Saved entries:

>>>>>

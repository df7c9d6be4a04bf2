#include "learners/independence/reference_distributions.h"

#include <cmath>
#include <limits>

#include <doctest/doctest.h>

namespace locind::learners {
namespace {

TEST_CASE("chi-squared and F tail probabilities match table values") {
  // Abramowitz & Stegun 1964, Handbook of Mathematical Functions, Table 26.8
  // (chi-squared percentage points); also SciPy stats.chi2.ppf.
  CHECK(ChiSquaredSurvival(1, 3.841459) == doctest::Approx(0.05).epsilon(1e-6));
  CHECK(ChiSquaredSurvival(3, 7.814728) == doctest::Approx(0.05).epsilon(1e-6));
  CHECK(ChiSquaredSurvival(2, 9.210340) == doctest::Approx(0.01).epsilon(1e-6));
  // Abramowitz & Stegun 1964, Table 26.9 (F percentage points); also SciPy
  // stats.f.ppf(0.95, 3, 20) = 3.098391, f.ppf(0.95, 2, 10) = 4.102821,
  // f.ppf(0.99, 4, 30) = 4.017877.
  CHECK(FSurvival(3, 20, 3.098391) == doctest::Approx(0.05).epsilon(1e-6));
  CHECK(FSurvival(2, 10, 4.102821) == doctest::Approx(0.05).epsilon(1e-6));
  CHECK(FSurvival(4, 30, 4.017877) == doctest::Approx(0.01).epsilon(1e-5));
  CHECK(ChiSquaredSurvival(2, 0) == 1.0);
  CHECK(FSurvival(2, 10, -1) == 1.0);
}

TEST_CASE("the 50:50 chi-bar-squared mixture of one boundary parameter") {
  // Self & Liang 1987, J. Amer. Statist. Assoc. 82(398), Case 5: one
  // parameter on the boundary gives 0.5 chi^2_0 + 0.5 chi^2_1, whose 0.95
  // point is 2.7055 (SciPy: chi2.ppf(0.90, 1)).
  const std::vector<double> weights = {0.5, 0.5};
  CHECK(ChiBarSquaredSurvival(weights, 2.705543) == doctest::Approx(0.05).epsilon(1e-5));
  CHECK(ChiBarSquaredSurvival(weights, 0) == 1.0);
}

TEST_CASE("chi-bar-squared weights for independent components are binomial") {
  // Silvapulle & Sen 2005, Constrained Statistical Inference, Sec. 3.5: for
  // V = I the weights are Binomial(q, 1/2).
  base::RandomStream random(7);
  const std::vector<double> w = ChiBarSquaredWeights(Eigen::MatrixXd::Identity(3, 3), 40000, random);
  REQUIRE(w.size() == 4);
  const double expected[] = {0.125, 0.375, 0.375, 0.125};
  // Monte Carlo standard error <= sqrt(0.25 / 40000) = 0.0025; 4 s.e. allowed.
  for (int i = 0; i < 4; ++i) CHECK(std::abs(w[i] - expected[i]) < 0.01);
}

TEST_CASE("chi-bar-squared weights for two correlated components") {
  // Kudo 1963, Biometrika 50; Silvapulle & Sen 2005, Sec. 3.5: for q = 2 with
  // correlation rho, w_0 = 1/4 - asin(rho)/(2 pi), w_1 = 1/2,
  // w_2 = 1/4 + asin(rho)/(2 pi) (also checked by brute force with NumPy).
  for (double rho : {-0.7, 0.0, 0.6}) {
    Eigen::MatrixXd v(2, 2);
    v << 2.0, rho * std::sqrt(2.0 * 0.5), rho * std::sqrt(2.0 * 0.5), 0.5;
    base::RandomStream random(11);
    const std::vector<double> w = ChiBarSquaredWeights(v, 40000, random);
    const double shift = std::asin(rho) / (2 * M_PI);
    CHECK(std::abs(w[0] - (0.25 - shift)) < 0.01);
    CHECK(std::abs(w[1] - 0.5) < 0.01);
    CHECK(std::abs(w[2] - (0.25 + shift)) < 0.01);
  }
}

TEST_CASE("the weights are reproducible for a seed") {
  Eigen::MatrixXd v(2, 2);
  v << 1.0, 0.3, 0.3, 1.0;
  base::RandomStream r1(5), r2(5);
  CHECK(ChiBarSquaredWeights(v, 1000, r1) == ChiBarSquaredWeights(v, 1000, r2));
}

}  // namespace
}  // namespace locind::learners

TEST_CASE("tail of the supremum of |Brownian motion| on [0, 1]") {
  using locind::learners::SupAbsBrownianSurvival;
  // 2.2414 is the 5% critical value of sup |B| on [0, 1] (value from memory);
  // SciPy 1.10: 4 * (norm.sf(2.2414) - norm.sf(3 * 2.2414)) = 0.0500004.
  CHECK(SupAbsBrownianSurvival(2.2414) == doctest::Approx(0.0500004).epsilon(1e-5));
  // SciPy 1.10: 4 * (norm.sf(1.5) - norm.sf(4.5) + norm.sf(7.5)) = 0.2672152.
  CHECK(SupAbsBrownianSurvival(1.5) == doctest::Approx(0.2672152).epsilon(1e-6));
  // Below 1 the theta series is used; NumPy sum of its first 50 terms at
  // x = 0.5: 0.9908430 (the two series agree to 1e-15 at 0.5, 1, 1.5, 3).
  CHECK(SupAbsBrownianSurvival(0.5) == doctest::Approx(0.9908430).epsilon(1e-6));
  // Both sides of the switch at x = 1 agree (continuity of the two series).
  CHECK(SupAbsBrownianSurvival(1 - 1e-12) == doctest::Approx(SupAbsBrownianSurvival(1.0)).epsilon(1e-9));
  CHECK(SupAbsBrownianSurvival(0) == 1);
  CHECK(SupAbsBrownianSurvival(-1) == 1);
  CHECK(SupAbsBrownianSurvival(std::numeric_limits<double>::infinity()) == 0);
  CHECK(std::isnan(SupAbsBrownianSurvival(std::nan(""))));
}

<<<<<
>>>>>

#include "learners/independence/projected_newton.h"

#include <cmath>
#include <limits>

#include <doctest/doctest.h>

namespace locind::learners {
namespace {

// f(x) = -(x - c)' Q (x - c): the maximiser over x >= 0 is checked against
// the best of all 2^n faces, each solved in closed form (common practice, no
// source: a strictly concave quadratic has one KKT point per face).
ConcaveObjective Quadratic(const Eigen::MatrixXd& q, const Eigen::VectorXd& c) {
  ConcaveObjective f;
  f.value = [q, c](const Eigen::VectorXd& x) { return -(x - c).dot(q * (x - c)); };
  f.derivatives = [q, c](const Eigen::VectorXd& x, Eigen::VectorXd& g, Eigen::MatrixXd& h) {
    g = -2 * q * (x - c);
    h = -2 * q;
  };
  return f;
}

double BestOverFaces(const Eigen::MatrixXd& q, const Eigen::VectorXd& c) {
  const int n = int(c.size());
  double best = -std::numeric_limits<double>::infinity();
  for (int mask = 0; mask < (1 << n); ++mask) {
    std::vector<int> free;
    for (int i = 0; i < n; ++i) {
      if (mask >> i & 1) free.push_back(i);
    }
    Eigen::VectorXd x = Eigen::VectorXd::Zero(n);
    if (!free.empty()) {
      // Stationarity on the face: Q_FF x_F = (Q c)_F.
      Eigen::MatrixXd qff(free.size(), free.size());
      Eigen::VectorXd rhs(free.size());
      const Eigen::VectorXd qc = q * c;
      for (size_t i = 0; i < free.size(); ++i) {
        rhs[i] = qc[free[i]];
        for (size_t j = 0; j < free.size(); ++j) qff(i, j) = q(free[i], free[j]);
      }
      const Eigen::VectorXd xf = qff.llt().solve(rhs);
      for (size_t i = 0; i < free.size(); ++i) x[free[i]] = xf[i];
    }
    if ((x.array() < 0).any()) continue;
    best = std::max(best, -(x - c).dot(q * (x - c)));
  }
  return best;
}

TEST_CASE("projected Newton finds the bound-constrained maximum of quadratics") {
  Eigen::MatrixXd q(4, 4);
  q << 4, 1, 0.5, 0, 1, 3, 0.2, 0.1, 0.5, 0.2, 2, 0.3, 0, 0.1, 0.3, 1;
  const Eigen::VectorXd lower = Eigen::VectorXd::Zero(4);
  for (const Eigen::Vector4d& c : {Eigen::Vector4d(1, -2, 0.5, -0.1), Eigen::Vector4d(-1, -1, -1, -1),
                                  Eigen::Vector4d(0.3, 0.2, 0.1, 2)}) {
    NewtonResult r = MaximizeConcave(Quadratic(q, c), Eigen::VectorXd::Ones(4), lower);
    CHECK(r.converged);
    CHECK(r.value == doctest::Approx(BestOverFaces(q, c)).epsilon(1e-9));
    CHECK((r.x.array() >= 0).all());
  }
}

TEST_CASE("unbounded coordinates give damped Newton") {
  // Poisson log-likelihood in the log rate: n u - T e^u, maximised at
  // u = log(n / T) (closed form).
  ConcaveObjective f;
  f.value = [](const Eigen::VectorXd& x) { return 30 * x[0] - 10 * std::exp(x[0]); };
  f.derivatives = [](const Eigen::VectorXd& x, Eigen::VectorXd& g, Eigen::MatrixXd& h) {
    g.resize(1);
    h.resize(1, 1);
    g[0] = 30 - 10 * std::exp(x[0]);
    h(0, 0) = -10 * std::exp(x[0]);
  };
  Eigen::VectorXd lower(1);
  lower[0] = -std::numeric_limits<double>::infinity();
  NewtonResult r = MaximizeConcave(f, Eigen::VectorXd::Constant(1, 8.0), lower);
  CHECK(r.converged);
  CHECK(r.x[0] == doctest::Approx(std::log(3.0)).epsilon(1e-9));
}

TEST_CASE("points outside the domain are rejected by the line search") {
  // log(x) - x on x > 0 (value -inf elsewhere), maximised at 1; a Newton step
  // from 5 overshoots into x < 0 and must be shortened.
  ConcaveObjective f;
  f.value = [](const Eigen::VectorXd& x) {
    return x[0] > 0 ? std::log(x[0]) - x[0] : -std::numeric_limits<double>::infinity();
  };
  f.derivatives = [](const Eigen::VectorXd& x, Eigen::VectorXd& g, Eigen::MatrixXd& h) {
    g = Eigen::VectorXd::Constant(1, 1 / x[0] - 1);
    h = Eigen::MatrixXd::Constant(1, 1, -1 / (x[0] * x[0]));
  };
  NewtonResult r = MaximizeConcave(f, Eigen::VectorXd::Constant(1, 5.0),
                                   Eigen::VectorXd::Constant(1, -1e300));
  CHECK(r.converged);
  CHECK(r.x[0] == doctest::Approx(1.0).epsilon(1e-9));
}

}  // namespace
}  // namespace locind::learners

<<<<<
>>>>>

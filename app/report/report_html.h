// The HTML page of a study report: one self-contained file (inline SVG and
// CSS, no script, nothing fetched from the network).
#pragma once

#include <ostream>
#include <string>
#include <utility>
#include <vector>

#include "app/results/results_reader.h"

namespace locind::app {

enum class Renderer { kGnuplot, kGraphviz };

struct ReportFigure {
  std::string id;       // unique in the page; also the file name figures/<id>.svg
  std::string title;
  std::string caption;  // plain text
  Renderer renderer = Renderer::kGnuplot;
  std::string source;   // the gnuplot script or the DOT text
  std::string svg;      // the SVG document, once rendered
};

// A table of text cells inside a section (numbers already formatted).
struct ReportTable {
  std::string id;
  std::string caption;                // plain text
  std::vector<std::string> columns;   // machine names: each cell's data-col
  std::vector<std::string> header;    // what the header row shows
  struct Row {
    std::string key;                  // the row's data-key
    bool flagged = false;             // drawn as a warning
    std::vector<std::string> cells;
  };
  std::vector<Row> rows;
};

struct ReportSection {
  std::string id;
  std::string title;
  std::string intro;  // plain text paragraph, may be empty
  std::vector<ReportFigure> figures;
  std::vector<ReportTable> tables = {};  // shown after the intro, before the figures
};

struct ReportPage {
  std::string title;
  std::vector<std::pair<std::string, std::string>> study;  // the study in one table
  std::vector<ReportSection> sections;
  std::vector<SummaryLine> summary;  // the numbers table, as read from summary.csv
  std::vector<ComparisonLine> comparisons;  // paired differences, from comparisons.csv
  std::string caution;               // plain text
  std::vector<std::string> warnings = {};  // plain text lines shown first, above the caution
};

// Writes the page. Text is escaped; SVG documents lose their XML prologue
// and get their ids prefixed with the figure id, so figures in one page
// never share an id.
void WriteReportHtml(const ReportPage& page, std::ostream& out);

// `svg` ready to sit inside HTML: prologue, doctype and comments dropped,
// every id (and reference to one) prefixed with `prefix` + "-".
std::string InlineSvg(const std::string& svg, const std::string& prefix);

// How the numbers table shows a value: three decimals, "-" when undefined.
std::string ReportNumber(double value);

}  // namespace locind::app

<<<<<

Copy every line from the data that includes the string "free".

    std::vector<int> free;
      if (mask >> i & 1) free.push_back(i);
    if (!free.empty()) {
      Eigen::MatrixXd qff(free.size(), free.size());
      Eigen::VectorXd rhs(free.size());
      for (size_t i = 0; i < free.size(); ++i) {
        rhs[i] = qc[free[i]];
        for (size_t j = 0; j < free.size(); ++j) qff(i, j) = q(free[i], free[j]);
      for (size_t i = 0; i < free.size(); ++i) x[free[i]] = xf[i];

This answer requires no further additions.